Welcome to inflation chaos.

Central bankers have been trying to “restart the party” ever since the 2007-8 financial crisis. They invented quantitative easing (printing money to buy financial assets), pushed interest rates to zero and below, and pursued other means of making money so cheap (from the supply side) that it would stimulate the economy.

What they wanted was spending and investing in ways that would raise employment and productivity.

What they got were crypto bubbles, government deficits, and asset inflation.

Price inflation happens on the “pull” side when people demand a product with limited supply, which leads to higher prices.
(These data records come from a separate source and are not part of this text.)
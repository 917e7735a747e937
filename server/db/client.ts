import pg from 'pg';
import { drizzle, type NodePgDatabase } from 'drizzle-orm/node-postgres';
import type { PgDatabase, PgQueryResultHKT } from 'drizzle-orm/pg-core';
import * as schema from './schema/index.js';

export type Schema = typeof schema;
export type Database = NodePgDatabase<Schema> & { $client: pg.Pool };
/** A database handle or an open transaction: repositories accept either. */
export type Executor = PgDatabase<PgQueryResultHKT, Schema>;

// Timestamps come back as Date, dates as plain 'YYYY-MM-DD' strings.
pg.types.setTypeParser(1082, (v) => v);

/** The application's pool: every connection acts as breakover_app, which may not alter the audit trail. */
export function createPool(url: string, max = 10): pg.Pool {
  // Startup parameters, in force before the first query on every connection: the role, and UTC for the
  // session, so interval arithmetic (an end less N days) is the same whatever the server's default zone.
  return new pg.Pool({ connectionString: url, max, options: '-c role=breakover_app -c TimeZone=UTC' });
}

export function createDatabase(pool: pg.Pool): Database {
  return drizzle(pool, { schema }) as Database;
}

export { schema };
Examples: tickets to a popular show, or tickets out of Russia.

Asset inflation happens on the “push” side when too much money is chasing too little product. It also tends to occur for many products at once. For market goods, a slower supply response means more push inflation, so push inflation is weak for goods whose supply responds quickly (either through production or trade), and it’s stronger for assets.

Financial assets are often limited in supply (by definition). Physical assets like houses are not easy to build quickly — especially in places where NIMBYs stand in the way (self-interestedly, since their houses are worth more in shortage).

I was not alone in looking for inflation (“Inflation is always and everywhere a monetary phenomenon,” said Milton Friedman in 1963), and it showed up in housing prices* long before Covid-chaos increased demand (all those handouts) and decreased supply (all the supply chain problems) for many products, leading to today’s widespread inflation (this May 2021 column was written just as it was taking off).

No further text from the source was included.